Collected data entries:
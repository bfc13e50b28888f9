#include "gainsay/estimation/course.h"

#include "gainsay/core/require.h"

#include <algorithm>
#include <map>

namespace gainsay::estimation {

const InputCourse* find_course(const Experiment& experiment, std::string_view input) {
  const auto found = std::find_if(experiment.inputs.begin(), experiment.inputs.end(),
                                  [&](const InputCourse& course) { return course.input == input; });
  return found == experiment.inputs.end() ? nullptr : &*found;
}

double value_at(const InputCourse& course, double time) {
  const auto next =
      std::upper_bound(course.steps.begin(), course.steps.end(), time,
                       [](double moment, const auto& step) { return moment < step.first; });
  GAINSAY_REQUIRE(next != course.steps.begin(),
                  "the first step of input '" + course.input + "' is at or before the time asked");
  return std::prev(next)->second;
}

bool is_constant(const InputCourse& course, double begins) {
  const double first = value_at(course, begins);
  return std::all_of(course.steps.begin(), course.steps.end(), [&](const auto& step) {
    return step.first <= begins || step.second == first;
  });
}

core::Schedule schedule(const Experiment& experiment, const std::vector<std::string>& inputs,
                        const std::vector<std::pair<double, std::size_t>>& jumps,
                        std::vector<double> outputs) {
  core::Schedule schedule;
  schedule.begins = experiment.begins;
  std::map<double, core::Event> events;
  for (std::size_t i = 0; i < inputs.size(); ++i) {
    const InputCourse* course = find_course(experiment, inputs[i]);
    GAINSAY_REQUIRE(course, "the experiment gives the input '" + inputs[i] + "'");
    double now = value_at(*course, experiment.begins);
    schedule.inputs.push_back(now);
    for (const auto& [time, value] : course->steps) {
      if (time <= experiment.begins || value == now) continue;
      events[time].settings.emplace_back(i, value);
      now = value;
    }
  }
  for (const auto& [time, number] : jumps) events[time].jumps.push_back(number);
  for (auto& [time, event] : events) {
    event.time = time;
    schedule.events.push_back(std::move(event));
  }
  std::sort(outputs.begin(), outputs.end());
  outputs.erase(std::unique(outputs.begin(), outputs.end()), outputs.end());
  schedule.outputs = std::move(outputs);
  return schedule;
}

}  // namespace gainsay::estimation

■ **Your goal**: Each record above should be retyped in full, exactly as shown.

■ **Task result**:
repository bfc13e50b28888f9
#include "gainsay/estimation/course.h"

#include "gainsay/core/require.h"

#include <algorithm>
#include <map>

namespace gainsay::estimation {

const InputCourse* find_course(const Experiment& experiment, std::string_view input) {
  const auto found = std::find_if(experiment.inputs.begin(), experiment.inputs.end(),
                                  [&](const InputCourse& course) { return course.input == input; });
  return found == experiment.inputs.end() ? nullptr : &*found;
}

double value_at(const InputCourse& course, double time) {
  const auto next =
      std::upper_bound(course.steps.begin(), course.steps.end(), time,
                       [](double moment, const auto& step) { return moment < step.first; });
  GAINSAY_REQUIRE(next != course.steps.begin(),
                  "the first step of input '" + course.input + "' is at or before the time asked");
  return std::prev(next)->second;
}

bool is_constant(const InputCourse& course, double begins) {
  const double first = value_at(course, begins);
  return std::all_of(course.steps.begin(), course.steps.end(), [&](const auto& step) {
    return step.first <= begins || step.second == first;
  });
}

core::Schedule schedule(const Experiment& experiment, const std::vector<std::string>& inputs,
                        const std::vector<std::pair<double, std::size_t>>& jumps,
                        std::vector<double> outputs) {
  core::Schedule schedule;
  schedule.begins = experiment.begins;
  std::map<double, core::Event> events;
  for (std::size_t i = 0; i < inputs.size(); ++i) {
    const InputCourse* course = find_course(experiment, inputs[i]);
    GAINSAY_REQUIRE(course, "the experiment gives the input '" + inputs[i] + "'");
    double now = value_at(*course, experiment.begins);
    schedule.inputs.push_back(now);
    for (const auto& [time, value] : course->steps) {
      if (time <= experiment.begins || value == now) continue;
      events[time].settings.emplace_back(i, value);
      now = value;
    }
  }
  for (const auto& [time, number] : jumps) events[time].jumps.push_back(number);
  for (auto& [time, event] : events) {
    event.time = time;
    schedule.events.push_back(std::move(event));
  }
  std::sort(outputs.begin(), outputs.end());
  outputs.erase(std::unique(outputs.begin(), outputs.end()), outputs.end());
  schedule.outputs = std::move(outputs);
  return schedule;
}

}  // namespace gainsay::estimation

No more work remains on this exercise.